Subsequent costs are included in the asset's carrying amount or recognised as a separate asset, as appropriate, only when it is probable that future economic benefits associated with the item will flow to the Company and the cost of the item can be measured reliably. The carrying amount of any component accounted for as a separate asset is derecognised when replaced. All other repairs and maintenance are charged to profit or loss during the reporting period in which they are incurred.
Depreciation is recognised so as to write off the cost of assets (other than freehold land and capital work in progress) less their residual values over the useful lives, using Written Down Value ("WDV"). The carrying values of property, plant and equipment are reviewed for impairment when events or changes in circumstances indicate that the carrying value may not be recoverable.

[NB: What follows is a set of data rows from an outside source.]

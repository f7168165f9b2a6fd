"""One surveyed or gauged cross-section: its figures at a stage, Manning's n
back-calculated from a measured discharge, and a rating table.

The Python face of ``reachgauge section``: the command only reads the CSV, calls
:func:`analyse_section` / :func:`rating`, and prints. One conveyance model serves
both the figures and the back-calculated n: the divided-channel method when the
section has banks (Chow, V. T., 1959, *Open-Channel Hydraulics*, §6-9), the whole
section as one otherwise, so a back-calculated n reproduces the measured discharge.
"""

from __future__ import annotations

from dataclasses import dataclass

import numpy as np
import pandas as pd

from reachgauge import manning
from reachgauge.errors import InputError
from reachgauge.hydraulics import roughness
from reachgauge.hydraulics.figures import figures
from reachgauge.hydraulics.plausibility import section_doubts
from reachgauge.kernel.crosssection import CrossSection
from reachgauge.config import MAX_RATING_STAGES

PART_NAMES = ("left overbank", "channel", "right overbank")


@dataclass(frozen=True)
class SectionAnalysis:
    """Figures of one section at one stage.

    figures: one row of :data:`reachgauge.hydraulics.figures.FIGURES` (whole
    section); n: the n used (one value, or the (left, channel, right) triple);
    n_back: n back-calculated from ``discharge`` (NaN when n was given); parts:
    per subsection (name, area, wetted perimeter, n, discharge) when the section
    has banks; table_rows: rows of Chow's (1959) Table 5-6 whose range holds n_back;
    doubts: (names of figures, warning) for figures outside what natural channels
    show (:func:`reachgauge.hydraulics.plausibility.section_doubts`).
    """

    figures: pd.Series
    n: object
    n_back: float
    parts: list
    table_rows: list
    doubts: list


def analyse_section(cs: CrossSection, stage: float, slope: float, *, n=None, discharge=None,
                    units: str = "si") -> SectionAnalysis:
    """Figures of ``cs`` at ``stage`` with Manning's ``n`` (one, or three with
    banks), or, given a measured ``discharge`` instead, with the n that makes the
    section carry it: n = k A R^(2/3) S^(1/2) / Q summed over the subsections
    (Manning's equation solved for one n, Chow 1959, Eq. 5-6)."""
    manning.check_slope(slope)
    if (n is None) == (discharge is None):
        raise InputError("give either Manning's n or a measured discharge",
                         "use --n N, or --discharge Q to back-calculate n")
    if stage <= cs.thalweg:
        raise InputError(f"stage {stage:g} is not above the thalweg ({cs.thalweg:g})",
                         "give a water surface above the lowest point of the profile")
    n_back = float("nan")
    if discharge is not None:
        q = float(manning.check_discharge(discharge))
        if q == 0:
            raise InputError("a discharge of 0 gives no Manning's n",
                             "give the measured discharge, greater than 0")
        # conveyance with n = 1 is k Σ A_i R_i^(2/3): the same model as the figures
        n_back = float(cs.conveyance(stage, 1.0, units)) * np.sqrt(slope) / q
        n = n_back
    fig = figures(cs, stage, slope, n, units).iloc[0]
    parts = []
    if cs.banks is not None:
        fl = cs.flow(stage, slope, n, units)
        n3 = np.broadcast_to(np.asarray(n, dtype=float), (3,))
        for i, name in enumerate(PART_NAMES):
            parts.append((name, float(fl.parts.area[i].item()),
                          float(fl.parts.wetted_perimeter[i].item()), float(n3[i]),
                          float(fl.part_discharge[i].item())))
    rows = roughness.table_matches(n_back, kind="channel") if np.isfinite(n_back) else []
    n_list = list(np.atleast_1d(np.asarray(n, dtype=float)))
    doubts = section_doubts(slope, n_list if len(n_list) > 1 else n_list[0],
                            float(fig.velocity), float(fig.froude), units,
                            back_calculated=discharge is not None)
    return SectionAnalysis(fig, n, n_back, parts, rows, doubts)


def rating(cs: CrossSection, slope: float, n, *, units: str = "si", step=None,
           max_depth=None) -> pd.DataFrame:
    """Rating table of ``cs``: every figure at depths 0, step, ... max_depth above
    the thalweg (defaults: the depth of the profile's lower end, in 50 steps)."""
    top_depth = cs.top - cs.thalweg
    max_depth = top_depth if max_depth is None else max_depth
    step = top_depth / 50 if step is None else step
    if not (step > 0 and max_depth > 0):
        raise InputError("the rating step and deepest depth must be greater than 0",
                         "give positive depths")
    if max_depth / step > MAX_RATING_STAGES:
        raise InputError(f"--rating-step {step:g} up to depth {max_depth:g} makes "
                         f"{max_depth / step:.0f} rows, more than {MAX_RATING_STAGES}",
                         f"give --rating-step {max_depth / MAX_RATING_STAGES:.3g} or more")
    depths = np.arange(0.0, max_depth + step * 1e-9, step)
    return figures(cs, cs.thalweg + depths, slope, n, units)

The residual values, useful life and depreciation method are reviewed at each financial year-end to ensure that the amount, method and period of depreciation are consistent with previous estimates and the expected pattern of consumption of the future economic benefits embodied in the items of property, plant and equipment.

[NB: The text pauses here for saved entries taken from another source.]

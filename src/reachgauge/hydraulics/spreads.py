"""The spreads of the inputs of the uncertainty draws (:mod:`reachgauge.hydraulics.uncertainty`),
from a reach's own data: the bankfull stage's (methods' range and terrain noise), the
slope's (the window fit's standard error) and the bounds of Cowan's terms."""

from __future__ import annotations

from functools import lru_cache

import numpy as np
from scipy import integrate, stats

from reachgauge.hydraulics import roughness

REL_N = 0.20          # ±20 % around a single n (common practice)
MAX_LOG_SD = 1.0      # slope: a log-sd above 1 (a factor e) says the fit knows nothing more
COWAN_TABLES = (roughness.COWAN_BASE, roughness.COWAN_IRREGULARITY, roughness.COWAN_VARIATION,
                roughness.COWAN_OBSTRUCTION, roughness.COWAN_VEGETATION)
COWAN_KEYS = ("base", "irregularity", "variation", "obstruction", "vegetation")


@lru_cache(maxsize=64)
def expected_range(k: int) -> float:
    """d₂(k): expected range of k independent standard normal draws,
    ∫ 1 − Φ(x)ᵏ − (1 − Φ(x))ᵏ dx (Tippett, L. H. C., 1925, Biometrika 17 [memory];
    tabulated as d₂ in quality-control texts, e.g. Montgomery, *Introduction to
    Statistical Quality Control*, Appendix VI). 0 for k < 2."""
    if k < 2:
        return 0.0
    f = lambda x: 1.0 - stats.norm.cdf(x) ** k - stats.norm.sf(x) ** k  # noqa: E731
    return float(integrate.quad(f, -np.inf, np.inf)[0])


def stage_sd(candidates, noise) -> np.ndarray:
    """Standard deviation (m) of each transect's bankfull stage: the automatic methods'
    range over d₂(k) (k methods that found a stage) combined with the noise σ (t,)."""
    cand = np.asarray(candidates, dtype=float).reshape(len(noise), -1)
    found = np.isfinite(cand)
    k = found.sum(axis=1)
    with np.errstate(invalid="ignore"):
        spread = np.where(k >= 2, np.nanmax(np.where(found, cand, -np.inf), axis=1)
                          - np.nanmin(np.where(found, cand, np.inf), axis=1), 0.0)
    d2 = np.array([expected_range(int(v)) for v in k])
    method = np.where(d2 > 0, spread / np.where(d2 > 0, d2, 1.0), 0.0)
    sn = np.nan_to_num(np.asarray(noise, dtype=float))
    return np.hypot(method, sn)


def slope_log_sd(chainage, z, slope, window) -> tuple[np.ndarray, int]:
    """Log-standard deviation of each station's slope, and the stations a window spans.

    The profile's scatter σ_z is the normal-scaled MAD of each point's residual about
    the line through its neighbours, scaled for independent errors (÷ √(1 + a² + b²)
    with a, b the interpolation weights). The slope's standard error over a window of
    points at chainages c is σ_z / √Σ(c − c̄)², the least-squares figure (Theil–Sen's
    efficiency for normal errors is close to it: Sen 1968 [memory]); over the slope
    (delta method) it is the log-sd, capped at :data:`MAX_LOG_SD`."""
    c = np.asarray(chainage, dtype=float)
    z = np.asarray(z, dtype=float)
    s = np.asarray(slope, dtype=float)
    ok = np.isfinite(c) & np.isfinite(z)
    cv, zv = c[ok], z[ok]
    if cv.size < 4:
        return np.zeros(c.size), 1
    a = (cv[2:] - cv[1:-1]) / (cv[2:] - cv[:-2])
    r = (zv[1:-1] - a * zv[:-2] - (1 - a) * zv[2:]) / np.sqrt(1 + a ** 2 + (1 - a) ** 2)
    sigma = float(stats.median_abs_deviation(r, scale="normal"))
    lo = np.searchsorted(cv, c - window / 2, side="left")
    hi = np.searchsorted(cv, c + window / 2, side="right")
    c1 = np.concatenate([[0.0], np.cumsum(cv)])
    c2 = np.concatenate([[0.0], np.cumsum(cv ** 2)])
    n = hi - lo
    with np.errstate(invalid="ignore", divide="ignore"):
        sxx = (c2[hi] - c2[lo]) - (c1[hi] - c1[lo]) ** 2 / n
        sd = sigma / np.sqrt(sxx) / s
    good = np.isfinite(sd) & (n >= 2)
    fill = float(np.median(sd[good])) if good.any() else 0.0
    sd = np.minimum(np.where(good, sd, fill), MAX_LOG_SD)
    return sd, max(1, int(np.median(n)))


def cowan_ranges(terms: dict) -> tuple[np.ndarray, np.ndarray, float]:
    """Bounds (5,) of Cowan's nb, n1..n4 for a reach's terms: the envelope of the
    classes of Arcement & Schneider (1989), Table 1, whose range holds each value (the
    value alone where none does); and the meander multiplier m."""
    lo, hi = np.empty(5), np.empty(5)
    for i, (key, table) in enumerate(zip(COWAN_KEYS, COWAN_TABLES)):
        v = float(terms[key])
        hits = [r for r in table.values() if r[0] - 1e-12 <= v <= r[1] + 1e-12]
        lo[i] = min((r[0] for r in hits), default=v)
        hi[i] = max((r[1] for r in hits), default=v)
    return lo, hi, float(terms["meander"])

An item of property, plant and equipment is derecognised upon disposal or when no future economic benefits are expected to arise from the continued use of the asset. Any gain or loss arising on disposal or retirement of an item of property, plant and equipment is determined as the difference between sales proceeds and the carrying amount of the asset and is recognised in profit or loss.
Intangible Assets
Intangible assets are carried at cost less accumulated amortisation and impairment losses, if any. The cost of an intangible asset comprises its purchase price, including any import duties and other taxes (other than those subsequently recoverable from the taxing authorities), and any directly attributable expenditure on making the asset ready for its intended use and net of any trade discounts and rebates. Subsequent expenditure on an intangible asset after its purchase / completion is recognised as an expense when incurred unless it is probable that such expenditure will enable the asset to generate future economic benefits in excess of its originally assessed standards of performance and such expenditure can be measured and attributed to the asset reliably, in which case such expenditure is added to the cost of the asset.

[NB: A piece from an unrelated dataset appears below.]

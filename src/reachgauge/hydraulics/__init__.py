"""Hydraulics above the kernel: bankfull stage, roughness, section figures,
design-flow capacity, calibration of n, and the hydraulics step of a reach."""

h Valuation of Capital WIP
Capital WIP is valued at cost or Net Realisable Value whichever is less. Cost includes all direct and indirect costs (including Borrowing Cost) incurred for the Capital WIP. Cost incurred/items purchased specifically for asset are taken as consumed as and when incurred/received.
i Borrowing Cost
Borrowing costs that are attributable to the acquisition or construction of qualifying assets are capitalised as part of the cost of such assets. A qualifying asset is one that necessarily takes substantial period of time to get ready for its intended use. All other borrowing costs are charged to Statement of Profit and Loss.